Comparison of Flotation of Cu-Ni Sulfide Ores Containing Different Non-magnetic/Magnetic Pyrrhotite Ratios

The floatability of non-magnetic (Non-Mag) & magnetic (Mag) pyrrhotite (Po) in Cu-Ni sulfide ores (chalcopyrite-pentlandite) is an important area of research that is receiving more attention as concentrators seek to remove more Po from their final Ni concentrate. Based on both lab-scale and industrial data available in the current literature, it appears both Po polymorphs exhibit different flotation responses mainly due to their surface chemical differences, which is the result of their different crystal structures. This preliminary study summarizes the bench-scale Denver cell flotation results (coarse and fines: +38 and -38um, respectively) of three Cu-Ni sulfide ore bodies containing 30%, 50%, and 95% Non-Mag Po (balance being Mag Po). The main goals were to assess whether Po type had an impact on total Po recovery and pyrrhotite-pentlandite (Po-Pn) selectivity both in the coarse and fines fractions, +38 and -38um, respectively.
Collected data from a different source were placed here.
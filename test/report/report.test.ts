import { mkdtempSync, rmSync } from "node:fs";
import { tmpdir } from "node:os";
import { join } from "node:path";
import { afterAll, beforeAll, describe, expect, it } from "vitest";
import { REPORT_PLOTS, renderCampaignReport } from "../../packages/cli/src/report.js";
import type { CampaignDocument } from "../../packages/cli/src/reportData.js";
import { checkInChromium, consoleErrors, contrastRatio, findChromium, relativeLuminance, requireChromiumUnderCi } from "./chromium.js";
import { smallCampaignDocument } from "./reportFixture.js";

const dir = mkdtempSync(join(tmpdir(), "chirpsieve-report-"));
afterAll(() => rmSync(dir, { recursive: true, force: true }));

let doc: CampaignDocument;
let html: string;
beforeAll(async () => {
  doc = await smallCampaignDocument();
  html = renderCampaignReport(doc);
});

describe("campaign HTML report (static checks)", () => {
  it("is one self-contained page: no scripts, no external resources", () => {
    expect(html).not.toMatch(/<script/i);
    expect(html).not.toMatch(/<(img|link|iframe|object|embed)\b/i);
    expect(html).not.toMatch(/@import|url\(/i);
    // The only URL allowed is the SVG namespace, which is never fetched.
    const urls = html.match(/https?:\/\/[^\s"'<>)]+/g) ?? [];
    expect(urls.filter((u) => u !== "http://www.w3.org/2000/svg" && u !== "http://www.w3.org/1999/xlink")).toEqual([]);
  });

  it("has every plot as inline SVG, the worst-miss table and plain warnings", () => {
    for (const name of REPORT_PLOTS) expect(html).toMatch(new RegExp(`<figure class="plot" data-plot="${name}"><svg`));
    expect(html).toContain("not detections of real sources");
    expect(html).toContain("synthetic");
    expect(doc.summary.missed).toBeGreaterThan(0);
    expect(html).toMatch(/<table id="worst-misses">/);
    expect(html).toMatch(/NOT MET/); // the time-error<=0 rule of the fixture
  });
});

const chromium = findChromium();
requireChromiumUnderCi(chromium, "report.test.ts");

// Appended to a copy of the report (the report itself has no script): after load, records each
// plot's size and number of drawn elements, and any page error, into the DOM for --dump-dom.
const CHECK = `<script>
window.__errors = [];
window.addEventListener("error", (e) => window.__errors.push(String(e.message)));
window.addEventListener("load", () => {
  const figs = [...document.querySelectorAll("figure[data-plot]")].map((f) => {
    const svg = f.querySelector("svg");
    const box = svg ? svg.getBoundingClientRect() : { width: 0, height: 0 };
    return { name: f.dataset.plot, width: box.width, height: box.height, marks: svg ? svg.querySelectorAll("circle,path,rect,line,text").length : 0 };
  });
  // The markers of the found-missed plot as the browser paints them.
  const fm = document.querySelector('figure[data-plot="found-missed"] svg');
  const marker = (label) => {
    const g = fm && fm.querySelector('g[aria-description="' + label + '"]');
    const p = g && g.querySelector("path");
    if (!p) return null;
    const cs = getComputedStyle(p);
    return { fill: cs.fill, stroke: cs.stroke, strokeWidth: parseFloat(cs.strokeWidth), d: p.getAttribute("d"), count: g.querySelectorAll("path").length };
  };
  const out = document.createElement("pre");
  out.id = "check-result";
  out.textContent = JSON.stringify({ figs, errors: window.__errors, found: marker("found"), missed: marker("missed") });
  document.body.appendChild(out);
});
</script>`;

describe.skipIf(!chromium)("campaign HTML report in headless Chromium", () => {
  let r: ReturnType<typeof checkInChromium>;
  beforeAll(() => {
    r = checkInChromium(chromium!, dir, "report-check.html", html.replace("</body>", `${CHECK}\n</body>`));
  });

  it("renders every plot with a size and drawn marks, and logs no error", () => {
    expect(r.status, r.stderr).toBe(0);
    expect(r.result, "the check script did not run").not.toBeNull();
    const result = r.result as {
      figs: { name: string; width: number; height: number; marks: number }[];
      errors: string[];
    };
    expect(result.errors).toEqual([]);
    expect(result.figs.map((f) => f.name)).toEqual([...REPORT_PLOTS]);
    for (const f of result.figs) {
      expect(f.width, f.name).toBeGreaterThan(100);
      expect(f.height, f.name).toBeGreaterThan(100);
      expect(f.marks, f.name).toBeGreaterThan(10);
    }
    // Console errors from the page (Chromium logs them as CONSOLE lines on stderr).
    expect(consoleErrors(r.stderr)).toEqual([]);
  });

  it("paints found and missed injections so that they differ in greyscale and in shape", () => {
    expect(r.status, r.stderr).toBe(0);
    type Marker = { fill: string; stroke: string; strokeWidth: number; d: string; count: number } | null;
    const { found, missed } = r.result as { found: Marker; missed: Marker };
    expect(found, "no found marker drawn").not.toBeNull();
    expect(missed, "no missed marker drawn").not.toBeNull();
    expect(found!.count).toBe(doc.summary.found);
    expect(missed!.count).toBe(doc.summary.missed);
    // Found: a filled shape; missed: an outline only, of another shape.
    expect(found!.fill).toMatch(/^rgb/);
    expect(missed!.fill).toBe("none");
    expect(missed!.stroke).toMatch(/^rgb/);
    expect(missed!.strokeWidth).toBeGreaterThanOrEqual(1.5);
    expect(missed!.d).not.toBe(found!.d);
    // In greyscale only the luminance of the painted colour is left. WCAG 2.1 success criterion
    // 1.4.11 (W3C, 2018) asks graphical objects that carry meaning for a 3:1 contrast ratio; the two
    // markers must reach it against each other.
    const lFound = relativeLuminance(found!.fill);
    const lMissed = relativeLuminance(missed!.stroke);
    expect(contrastRatio(lFound, lMissed)).toBeGreaterThanOrEqual(3);
  });
});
For the three ores (all size fractions combined), the results indicate that Non-mag Po is much more floatable than Mag Po, increasing Non-Mag Po feed content increased total Po recovery, consequently, Pn selectivity was poorer against Non-mag Po than Mag Po. Comparing coarse (+38um) and fines (-38um), Po-Pn selectivity curves showed much poorer selectivity in the fines over coarse sizes (attributed to poor floatability of fine Pn). In the fines, the preliminary results showed that Non-mag Po was more floatable and that both polymorphs followed the trend of decreasing selectivity with increasing Mag Po feed content, this warrants further investigation with cyclosized fractions. For the coarse fraction, Pn selectivity against Non-mag Po was poorer than Mag Po. The findings from this study demonstrate that there are indeed quantifiable differences in the flotation responses of the polymorphs, which are primarily the result of their unique crystal structures and therefore different surface chemistries.